- Directions:
Reproduce the section of the listing that begins at the line containing "500), min_size=1, max_size=30))" and finishes at the line containing "def test_the_result_with_its_plot_is_plain_json() ->". Include both end lines and nothing beyond them.
START Records
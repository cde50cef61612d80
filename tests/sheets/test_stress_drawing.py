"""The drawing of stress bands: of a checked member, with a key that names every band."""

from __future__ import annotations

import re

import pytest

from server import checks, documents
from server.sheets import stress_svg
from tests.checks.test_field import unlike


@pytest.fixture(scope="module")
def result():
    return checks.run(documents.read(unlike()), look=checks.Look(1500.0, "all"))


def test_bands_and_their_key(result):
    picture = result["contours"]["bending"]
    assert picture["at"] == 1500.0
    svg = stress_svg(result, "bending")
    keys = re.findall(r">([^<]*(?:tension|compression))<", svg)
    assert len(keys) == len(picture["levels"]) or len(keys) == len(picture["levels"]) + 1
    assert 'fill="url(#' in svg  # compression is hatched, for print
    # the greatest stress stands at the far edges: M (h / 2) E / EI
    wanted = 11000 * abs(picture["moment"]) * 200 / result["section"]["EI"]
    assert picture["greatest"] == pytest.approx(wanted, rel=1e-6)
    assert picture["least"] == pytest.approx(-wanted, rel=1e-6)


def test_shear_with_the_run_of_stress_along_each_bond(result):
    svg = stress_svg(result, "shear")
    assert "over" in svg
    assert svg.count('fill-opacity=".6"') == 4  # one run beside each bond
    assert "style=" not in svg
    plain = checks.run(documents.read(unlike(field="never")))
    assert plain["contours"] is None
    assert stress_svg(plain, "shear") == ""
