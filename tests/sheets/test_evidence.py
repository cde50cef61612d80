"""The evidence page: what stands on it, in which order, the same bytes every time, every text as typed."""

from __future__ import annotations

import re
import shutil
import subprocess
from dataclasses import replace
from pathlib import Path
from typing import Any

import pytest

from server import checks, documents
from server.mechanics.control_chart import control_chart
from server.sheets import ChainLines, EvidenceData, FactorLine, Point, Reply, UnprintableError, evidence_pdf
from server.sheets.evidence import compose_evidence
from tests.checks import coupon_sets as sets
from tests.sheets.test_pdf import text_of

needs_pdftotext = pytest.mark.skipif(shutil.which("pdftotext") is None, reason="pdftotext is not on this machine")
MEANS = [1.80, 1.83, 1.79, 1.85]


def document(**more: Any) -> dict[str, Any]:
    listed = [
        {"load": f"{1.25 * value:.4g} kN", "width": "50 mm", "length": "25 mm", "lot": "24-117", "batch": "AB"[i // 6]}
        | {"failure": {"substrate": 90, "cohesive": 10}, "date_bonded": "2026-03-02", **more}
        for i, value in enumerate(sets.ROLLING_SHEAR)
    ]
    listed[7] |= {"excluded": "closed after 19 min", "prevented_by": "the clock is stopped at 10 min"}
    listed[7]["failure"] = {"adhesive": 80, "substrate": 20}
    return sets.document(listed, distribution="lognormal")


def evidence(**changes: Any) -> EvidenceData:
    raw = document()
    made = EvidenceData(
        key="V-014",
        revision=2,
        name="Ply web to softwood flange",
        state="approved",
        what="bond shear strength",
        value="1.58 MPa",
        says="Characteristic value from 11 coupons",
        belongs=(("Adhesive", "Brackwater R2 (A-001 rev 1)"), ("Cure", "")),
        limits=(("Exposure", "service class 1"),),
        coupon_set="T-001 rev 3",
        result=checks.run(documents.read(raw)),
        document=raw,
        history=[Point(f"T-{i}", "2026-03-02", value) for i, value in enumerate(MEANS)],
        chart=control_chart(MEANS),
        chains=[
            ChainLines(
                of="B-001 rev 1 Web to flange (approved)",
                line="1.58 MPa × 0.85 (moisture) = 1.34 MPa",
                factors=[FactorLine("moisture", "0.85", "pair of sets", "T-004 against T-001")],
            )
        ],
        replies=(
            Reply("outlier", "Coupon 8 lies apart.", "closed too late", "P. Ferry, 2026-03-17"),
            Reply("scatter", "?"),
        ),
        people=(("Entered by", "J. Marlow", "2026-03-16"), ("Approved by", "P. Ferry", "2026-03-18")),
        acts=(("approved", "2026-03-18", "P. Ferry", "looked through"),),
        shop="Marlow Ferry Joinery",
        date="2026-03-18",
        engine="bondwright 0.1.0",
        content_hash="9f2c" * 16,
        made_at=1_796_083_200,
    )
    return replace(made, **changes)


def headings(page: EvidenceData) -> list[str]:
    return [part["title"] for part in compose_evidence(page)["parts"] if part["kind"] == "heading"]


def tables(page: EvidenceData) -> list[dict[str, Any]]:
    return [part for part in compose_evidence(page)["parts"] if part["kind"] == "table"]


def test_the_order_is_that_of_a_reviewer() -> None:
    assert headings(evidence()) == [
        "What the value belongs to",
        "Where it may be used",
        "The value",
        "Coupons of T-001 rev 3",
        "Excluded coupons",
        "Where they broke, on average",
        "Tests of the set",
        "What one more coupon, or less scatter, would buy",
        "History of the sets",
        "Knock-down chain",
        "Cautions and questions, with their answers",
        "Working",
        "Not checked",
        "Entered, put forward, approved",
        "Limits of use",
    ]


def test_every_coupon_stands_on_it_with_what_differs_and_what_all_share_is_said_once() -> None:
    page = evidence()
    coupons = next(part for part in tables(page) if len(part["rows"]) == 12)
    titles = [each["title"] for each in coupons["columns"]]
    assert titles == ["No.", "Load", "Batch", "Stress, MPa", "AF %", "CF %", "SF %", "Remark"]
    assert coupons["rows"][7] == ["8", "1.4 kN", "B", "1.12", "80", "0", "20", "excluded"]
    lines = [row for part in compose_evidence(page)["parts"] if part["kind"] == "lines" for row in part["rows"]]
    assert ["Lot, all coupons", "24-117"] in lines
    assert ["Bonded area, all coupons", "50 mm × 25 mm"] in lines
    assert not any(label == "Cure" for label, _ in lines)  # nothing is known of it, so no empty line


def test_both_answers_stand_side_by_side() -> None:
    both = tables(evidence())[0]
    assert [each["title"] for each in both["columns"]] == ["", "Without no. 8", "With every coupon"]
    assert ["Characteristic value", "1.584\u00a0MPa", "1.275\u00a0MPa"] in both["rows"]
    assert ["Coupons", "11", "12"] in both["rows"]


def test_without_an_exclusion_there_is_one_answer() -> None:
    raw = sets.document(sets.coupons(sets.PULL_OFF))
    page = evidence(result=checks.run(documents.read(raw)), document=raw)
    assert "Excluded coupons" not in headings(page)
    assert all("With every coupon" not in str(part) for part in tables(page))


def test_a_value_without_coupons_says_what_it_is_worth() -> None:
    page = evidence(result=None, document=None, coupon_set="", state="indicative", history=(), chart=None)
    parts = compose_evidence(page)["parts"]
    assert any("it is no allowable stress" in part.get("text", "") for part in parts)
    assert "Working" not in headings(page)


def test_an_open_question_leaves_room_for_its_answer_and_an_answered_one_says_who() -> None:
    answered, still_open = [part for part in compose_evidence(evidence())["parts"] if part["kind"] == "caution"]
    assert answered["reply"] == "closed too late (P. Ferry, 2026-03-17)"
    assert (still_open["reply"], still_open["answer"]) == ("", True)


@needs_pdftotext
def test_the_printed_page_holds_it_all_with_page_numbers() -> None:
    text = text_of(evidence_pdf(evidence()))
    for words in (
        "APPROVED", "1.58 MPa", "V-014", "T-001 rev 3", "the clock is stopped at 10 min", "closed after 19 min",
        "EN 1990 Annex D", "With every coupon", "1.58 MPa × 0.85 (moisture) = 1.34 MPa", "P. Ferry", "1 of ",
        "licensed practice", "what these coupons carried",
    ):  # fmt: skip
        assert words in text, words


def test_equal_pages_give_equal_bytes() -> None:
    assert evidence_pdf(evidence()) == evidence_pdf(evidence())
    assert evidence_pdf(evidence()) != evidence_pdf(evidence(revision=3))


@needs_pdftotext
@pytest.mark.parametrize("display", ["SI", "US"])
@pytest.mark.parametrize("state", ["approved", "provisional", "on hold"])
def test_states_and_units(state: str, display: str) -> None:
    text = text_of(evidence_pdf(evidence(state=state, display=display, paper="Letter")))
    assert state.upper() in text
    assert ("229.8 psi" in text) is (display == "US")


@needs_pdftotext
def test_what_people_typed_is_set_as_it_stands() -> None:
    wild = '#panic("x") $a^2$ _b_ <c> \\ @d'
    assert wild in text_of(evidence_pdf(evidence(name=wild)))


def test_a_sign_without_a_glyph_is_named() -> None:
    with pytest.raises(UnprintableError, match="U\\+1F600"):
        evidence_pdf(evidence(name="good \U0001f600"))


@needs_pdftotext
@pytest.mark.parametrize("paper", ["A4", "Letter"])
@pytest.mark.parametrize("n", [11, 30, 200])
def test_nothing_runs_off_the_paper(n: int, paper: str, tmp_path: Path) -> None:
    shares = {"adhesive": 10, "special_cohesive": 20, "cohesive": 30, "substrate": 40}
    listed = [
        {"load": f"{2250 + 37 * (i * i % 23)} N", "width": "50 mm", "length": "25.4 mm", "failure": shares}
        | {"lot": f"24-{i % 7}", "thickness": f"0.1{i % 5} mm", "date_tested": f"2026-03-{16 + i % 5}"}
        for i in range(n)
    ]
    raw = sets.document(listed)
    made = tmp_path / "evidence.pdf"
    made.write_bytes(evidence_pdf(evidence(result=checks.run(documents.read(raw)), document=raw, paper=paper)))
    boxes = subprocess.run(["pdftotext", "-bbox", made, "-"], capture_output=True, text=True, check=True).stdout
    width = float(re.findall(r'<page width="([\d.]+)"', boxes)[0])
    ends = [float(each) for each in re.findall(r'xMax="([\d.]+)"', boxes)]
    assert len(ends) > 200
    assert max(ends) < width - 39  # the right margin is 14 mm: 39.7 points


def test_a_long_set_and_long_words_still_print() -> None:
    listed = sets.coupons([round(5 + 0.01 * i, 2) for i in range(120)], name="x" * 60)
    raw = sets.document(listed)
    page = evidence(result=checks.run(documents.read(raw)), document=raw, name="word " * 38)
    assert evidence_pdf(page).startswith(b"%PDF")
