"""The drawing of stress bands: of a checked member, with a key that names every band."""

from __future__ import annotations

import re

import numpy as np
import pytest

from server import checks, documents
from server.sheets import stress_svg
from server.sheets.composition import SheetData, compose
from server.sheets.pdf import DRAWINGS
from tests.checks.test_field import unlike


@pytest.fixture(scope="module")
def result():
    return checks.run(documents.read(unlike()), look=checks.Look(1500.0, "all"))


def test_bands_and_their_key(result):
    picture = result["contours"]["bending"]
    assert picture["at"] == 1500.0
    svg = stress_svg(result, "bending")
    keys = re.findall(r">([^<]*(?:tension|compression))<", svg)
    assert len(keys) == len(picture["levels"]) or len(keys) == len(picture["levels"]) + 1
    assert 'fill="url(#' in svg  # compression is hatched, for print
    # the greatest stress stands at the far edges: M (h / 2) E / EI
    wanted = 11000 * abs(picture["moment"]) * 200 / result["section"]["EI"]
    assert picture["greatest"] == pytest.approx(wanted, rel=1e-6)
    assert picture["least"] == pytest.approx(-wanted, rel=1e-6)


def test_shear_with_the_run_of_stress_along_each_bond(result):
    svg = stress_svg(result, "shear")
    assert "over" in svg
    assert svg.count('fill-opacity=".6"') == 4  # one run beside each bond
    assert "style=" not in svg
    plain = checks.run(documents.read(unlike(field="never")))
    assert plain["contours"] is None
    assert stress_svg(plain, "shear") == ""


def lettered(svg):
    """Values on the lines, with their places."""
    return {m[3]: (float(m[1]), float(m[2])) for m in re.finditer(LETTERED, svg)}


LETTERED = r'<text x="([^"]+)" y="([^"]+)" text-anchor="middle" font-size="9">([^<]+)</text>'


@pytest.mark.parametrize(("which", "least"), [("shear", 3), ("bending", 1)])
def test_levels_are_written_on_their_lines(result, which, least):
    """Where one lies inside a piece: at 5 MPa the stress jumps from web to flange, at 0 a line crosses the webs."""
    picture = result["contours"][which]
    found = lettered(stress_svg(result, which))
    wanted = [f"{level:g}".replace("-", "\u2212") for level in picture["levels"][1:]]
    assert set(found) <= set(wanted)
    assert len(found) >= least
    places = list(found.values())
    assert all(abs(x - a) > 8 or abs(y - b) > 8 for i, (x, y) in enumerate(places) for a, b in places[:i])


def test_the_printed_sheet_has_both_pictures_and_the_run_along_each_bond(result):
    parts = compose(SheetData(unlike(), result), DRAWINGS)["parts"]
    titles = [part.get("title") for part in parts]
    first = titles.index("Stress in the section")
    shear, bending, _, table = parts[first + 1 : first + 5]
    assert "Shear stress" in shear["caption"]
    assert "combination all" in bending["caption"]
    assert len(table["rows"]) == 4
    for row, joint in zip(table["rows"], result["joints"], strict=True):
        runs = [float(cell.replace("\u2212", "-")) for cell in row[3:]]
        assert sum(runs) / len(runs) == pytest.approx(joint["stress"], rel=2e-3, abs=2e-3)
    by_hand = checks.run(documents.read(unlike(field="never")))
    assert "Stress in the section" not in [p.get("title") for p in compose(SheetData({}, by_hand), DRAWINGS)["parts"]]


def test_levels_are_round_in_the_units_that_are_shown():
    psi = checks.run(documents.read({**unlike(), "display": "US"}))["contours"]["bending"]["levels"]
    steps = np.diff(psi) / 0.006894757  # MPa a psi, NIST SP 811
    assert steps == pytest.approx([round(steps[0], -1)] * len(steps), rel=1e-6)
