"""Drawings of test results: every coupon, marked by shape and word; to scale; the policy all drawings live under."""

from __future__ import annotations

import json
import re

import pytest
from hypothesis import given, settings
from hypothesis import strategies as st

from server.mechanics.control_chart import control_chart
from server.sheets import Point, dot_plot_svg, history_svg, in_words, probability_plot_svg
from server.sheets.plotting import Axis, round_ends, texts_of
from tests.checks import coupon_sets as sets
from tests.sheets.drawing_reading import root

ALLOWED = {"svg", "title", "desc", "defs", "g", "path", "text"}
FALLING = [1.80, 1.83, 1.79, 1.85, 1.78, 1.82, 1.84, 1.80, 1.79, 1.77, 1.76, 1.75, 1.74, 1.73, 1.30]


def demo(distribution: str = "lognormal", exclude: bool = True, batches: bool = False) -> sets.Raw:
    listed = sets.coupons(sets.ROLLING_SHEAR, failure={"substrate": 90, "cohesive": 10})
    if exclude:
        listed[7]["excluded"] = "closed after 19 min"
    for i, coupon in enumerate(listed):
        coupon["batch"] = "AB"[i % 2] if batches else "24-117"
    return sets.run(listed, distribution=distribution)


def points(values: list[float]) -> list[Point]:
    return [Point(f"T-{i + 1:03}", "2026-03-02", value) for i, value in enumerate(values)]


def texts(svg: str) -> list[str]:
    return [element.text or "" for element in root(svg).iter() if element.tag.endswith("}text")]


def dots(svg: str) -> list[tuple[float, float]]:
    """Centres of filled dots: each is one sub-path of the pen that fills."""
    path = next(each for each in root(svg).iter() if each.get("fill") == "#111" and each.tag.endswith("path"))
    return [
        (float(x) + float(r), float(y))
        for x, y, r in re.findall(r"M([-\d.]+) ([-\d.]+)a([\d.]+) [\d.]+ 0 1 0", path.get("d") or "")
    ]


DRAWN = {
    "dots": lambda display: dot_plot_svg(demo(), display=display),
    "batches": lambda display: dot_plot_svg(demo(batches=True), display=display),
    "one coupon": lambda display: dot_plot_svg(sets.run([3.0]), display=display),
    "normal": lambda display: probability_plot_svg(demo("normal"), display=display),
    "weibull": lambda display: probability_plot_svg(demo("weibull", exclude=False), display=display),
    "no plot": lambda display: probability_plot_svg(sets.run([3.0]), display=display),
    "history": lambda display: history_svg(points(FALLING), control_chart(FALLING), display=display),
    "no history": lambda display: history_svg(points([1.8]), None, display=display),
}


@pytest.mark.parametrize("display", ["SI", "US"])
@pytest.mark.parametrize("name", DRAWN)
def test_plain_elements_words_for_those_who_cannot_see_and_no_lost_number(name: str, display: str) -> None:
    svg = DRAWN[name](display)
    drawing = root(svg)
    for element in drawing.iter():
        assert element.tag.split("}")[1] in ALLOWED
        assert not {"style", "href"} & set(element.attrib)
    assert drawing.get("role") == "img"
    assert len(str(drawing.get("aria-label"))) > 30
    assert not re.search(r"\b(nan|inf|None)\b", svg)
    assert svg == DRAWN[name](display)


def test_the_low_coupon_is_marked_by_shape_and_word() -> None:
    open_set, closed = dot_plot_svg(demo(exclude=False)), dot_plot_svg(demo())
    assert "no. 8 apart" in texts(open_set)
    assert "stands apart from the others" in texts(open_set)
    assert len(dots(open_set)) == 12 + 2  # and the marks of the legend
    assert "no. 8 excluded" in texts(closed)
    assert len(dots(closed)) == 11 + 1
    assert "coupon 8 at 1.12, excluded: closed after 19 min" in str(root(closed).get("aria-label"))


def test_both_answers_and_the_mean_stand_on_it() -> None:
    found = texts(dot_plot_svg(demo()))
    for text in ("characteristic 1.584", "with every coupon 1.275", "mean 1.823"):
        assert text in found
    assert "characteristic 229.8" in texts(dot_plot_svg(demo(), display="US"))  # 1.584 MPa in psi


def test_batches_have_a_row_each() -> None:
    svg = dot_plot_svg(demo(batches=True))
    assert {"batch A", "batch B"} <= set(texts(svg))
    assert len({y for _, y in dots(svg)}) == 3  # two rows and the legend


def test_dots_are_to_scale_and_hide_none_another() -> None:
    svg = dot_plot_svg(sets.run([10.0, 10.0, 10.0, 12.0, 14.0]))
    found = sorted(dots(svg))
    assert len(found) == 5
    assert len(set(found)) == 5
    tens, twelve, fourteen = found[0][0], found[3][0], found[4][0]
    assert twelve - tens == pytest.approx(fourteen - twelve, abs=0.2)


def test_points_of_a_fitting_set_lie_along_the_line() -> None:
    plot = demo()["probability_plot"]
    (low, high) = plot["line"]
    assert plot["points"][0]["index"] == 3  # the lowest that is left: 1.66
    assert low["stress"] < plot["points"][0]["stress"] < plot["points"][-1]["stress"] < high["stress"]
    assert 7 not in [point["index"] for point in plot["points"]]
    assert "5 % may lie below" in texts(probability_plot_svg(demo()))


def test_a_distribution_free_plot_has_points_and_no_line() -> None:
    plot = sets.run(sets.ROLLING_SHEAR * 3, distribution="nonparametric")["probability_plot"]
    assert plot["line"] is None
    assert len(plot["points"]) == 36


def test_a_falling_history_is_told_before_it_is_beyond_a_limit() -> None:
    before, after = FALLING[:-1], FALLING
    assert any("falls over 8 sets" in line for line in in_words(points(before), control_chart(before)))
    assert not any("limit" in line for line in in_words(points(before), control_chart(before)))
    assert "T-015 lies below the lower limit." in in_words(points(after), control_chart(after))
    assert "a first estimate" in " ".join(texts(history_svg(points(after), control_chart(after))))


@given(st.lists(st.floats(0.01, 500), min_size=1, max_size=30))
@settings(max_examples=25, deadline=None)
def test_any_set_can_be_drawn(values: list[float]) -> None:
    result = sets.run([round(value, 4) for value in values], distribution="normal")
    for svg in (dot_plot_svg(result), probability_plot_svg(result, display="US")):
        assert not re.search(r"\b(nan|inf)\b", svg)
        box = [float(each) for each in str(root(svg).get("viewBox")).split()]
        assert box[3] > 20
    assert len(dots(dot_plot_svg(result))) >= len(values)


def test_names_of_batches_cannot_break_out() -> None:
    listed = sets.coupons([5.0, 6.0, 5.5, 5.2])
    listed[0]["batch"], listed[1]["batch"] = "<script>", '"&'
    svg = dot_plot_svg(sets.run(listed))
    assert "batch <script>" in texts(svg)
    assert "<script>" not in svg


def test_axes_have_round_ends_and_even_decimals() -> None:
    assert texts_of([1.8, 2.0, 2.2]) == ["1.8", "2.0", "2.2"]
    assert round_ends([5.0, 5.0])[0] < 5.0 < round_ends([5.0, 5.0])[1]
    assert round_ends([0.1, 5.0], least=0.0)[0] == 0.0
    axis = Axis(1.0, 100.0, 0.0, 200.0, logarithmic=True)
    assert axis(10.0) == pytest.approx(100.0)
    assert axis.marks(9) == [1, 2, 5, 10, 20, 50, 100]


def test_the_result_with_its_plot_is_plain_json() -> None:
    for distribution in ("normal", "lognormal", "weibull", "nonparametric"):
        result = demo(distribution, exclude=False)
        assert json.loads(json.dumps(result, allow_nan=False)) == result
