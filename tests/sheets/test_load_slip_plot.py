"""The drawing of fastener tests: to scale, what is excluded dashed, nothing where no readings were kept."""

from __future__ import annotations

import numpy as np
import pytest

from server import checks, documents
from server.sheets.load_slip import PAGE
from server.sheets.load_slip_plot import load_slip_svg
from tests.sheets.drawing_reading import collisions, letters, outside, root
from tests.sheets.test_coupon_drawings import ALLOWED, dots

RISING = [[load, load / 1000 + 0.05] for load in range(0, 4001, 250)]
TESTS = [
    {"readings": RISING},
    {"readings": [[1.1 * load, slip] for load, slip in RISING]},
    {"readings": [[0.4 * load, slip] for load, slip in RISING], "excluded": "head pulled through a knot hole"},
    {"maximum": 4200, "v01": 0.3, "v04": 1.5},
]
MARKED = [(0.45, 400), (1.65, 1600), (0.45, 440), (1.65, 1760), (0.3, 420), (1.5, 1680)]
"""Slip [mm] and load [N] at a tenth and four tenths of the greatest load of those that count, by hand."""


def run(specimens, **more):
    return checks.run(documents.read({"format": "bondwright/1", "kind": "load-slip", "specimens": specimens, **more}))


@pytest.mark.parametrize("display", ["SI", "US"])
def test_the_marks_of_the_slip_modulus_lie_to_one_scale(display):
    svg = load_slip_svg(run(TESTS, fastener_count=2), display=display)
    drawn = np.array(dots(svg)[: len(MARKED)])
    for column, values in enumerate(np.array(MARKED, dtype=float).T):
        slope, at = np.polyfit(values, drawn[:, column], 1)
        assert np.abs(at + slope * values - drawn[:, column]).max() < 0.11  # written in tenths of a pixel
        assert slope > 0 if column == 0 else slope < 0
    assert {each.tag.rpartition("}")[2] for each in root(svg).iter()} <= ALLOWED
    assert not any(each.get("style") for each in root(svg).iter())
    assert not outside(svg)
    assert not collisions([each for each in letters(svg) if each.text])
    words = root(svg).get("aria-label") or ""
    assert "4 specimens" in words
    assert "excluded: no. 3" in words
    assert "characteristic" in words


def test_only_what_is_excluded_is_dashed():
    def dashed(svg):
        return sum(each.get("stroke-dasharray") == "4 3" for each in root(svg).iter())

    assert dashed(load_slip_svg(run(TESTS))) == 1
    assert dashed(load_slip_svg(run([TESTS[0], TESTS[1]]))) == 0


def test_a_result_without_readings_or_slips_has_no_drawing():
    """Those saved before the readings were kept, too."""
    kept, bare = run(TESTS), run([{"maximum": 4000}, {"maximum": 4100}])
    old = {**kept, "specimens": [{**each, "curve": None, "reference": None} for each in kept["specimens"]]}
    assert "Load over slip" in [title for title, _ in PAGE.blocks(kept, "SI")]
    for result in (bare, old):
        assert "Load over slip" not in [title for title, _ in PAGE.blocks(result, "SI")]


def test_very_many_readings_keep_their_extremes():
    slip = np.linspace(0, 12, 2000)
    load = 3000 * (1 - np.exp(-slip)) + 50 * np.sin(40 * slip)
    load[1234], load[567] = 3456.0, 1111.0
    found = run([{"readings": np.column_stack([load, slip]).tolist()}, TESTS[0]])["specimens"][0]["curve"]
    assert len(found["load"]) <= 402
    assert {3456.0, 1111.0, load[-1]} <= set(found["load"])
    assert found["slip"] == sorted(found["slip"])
END Records
- Problem solution:
@given(st.lists(st.floats(0.01, 500), min_size=1, max_size=30))
@settings(max_examples=25, deadline=None)
def test_any_set_can_be_drawn(values: list[float]) -> None:
    result = sets.run([round(value, 4) for value in values], distribution="normal")
    for svg in (dot_plot_svg(result), probability_plot_svg(result, display="US")):
        assert not re.search(r"\b(nan|inf)\b", svg)
        box = [float(each) for each in str(root(svg).get("viewBox")).split()]
        assert box[3] > 20
    assert len(dots(dot_plot_svg(result))) >= len(values)


def test_names_of_batches_cannot_break_out() -> None:
    listed = sets.coupons([5.0, 6.0, 5.5, 5.2])
    listed[0]["batch"], listed[1]["batch"] = "<script>", '"&'
    svg = dot_plot_svg(sets.run(listed))
    assert "batch <script>" in texts(svg)
    assert "<script>" not in svg


def test_axes_have_round_ends_and_even_decimals() -> None:
    assert texts_of([1.8, 2.0, 2.2]) == ["1.8", "2.0", "2.2"]
    assert round_ends([5.0, 5.0])[0] < 5.0 < round_ends([5.0, 5.0])[1]
    assert round_ends([0.1, 5.0], least=0.0)[0] == 0.0
    axis = Axis(1.0, 100.0, 0.0, 200.0, logarithmic=True)
    assert axis(10.0) == pytest.approx(100.0)
    assert axis.marks(9) == [1, 2, 5, 10, 20, 50, 100]


def test_the_result_with_its_plot_is_plain_json() -> None:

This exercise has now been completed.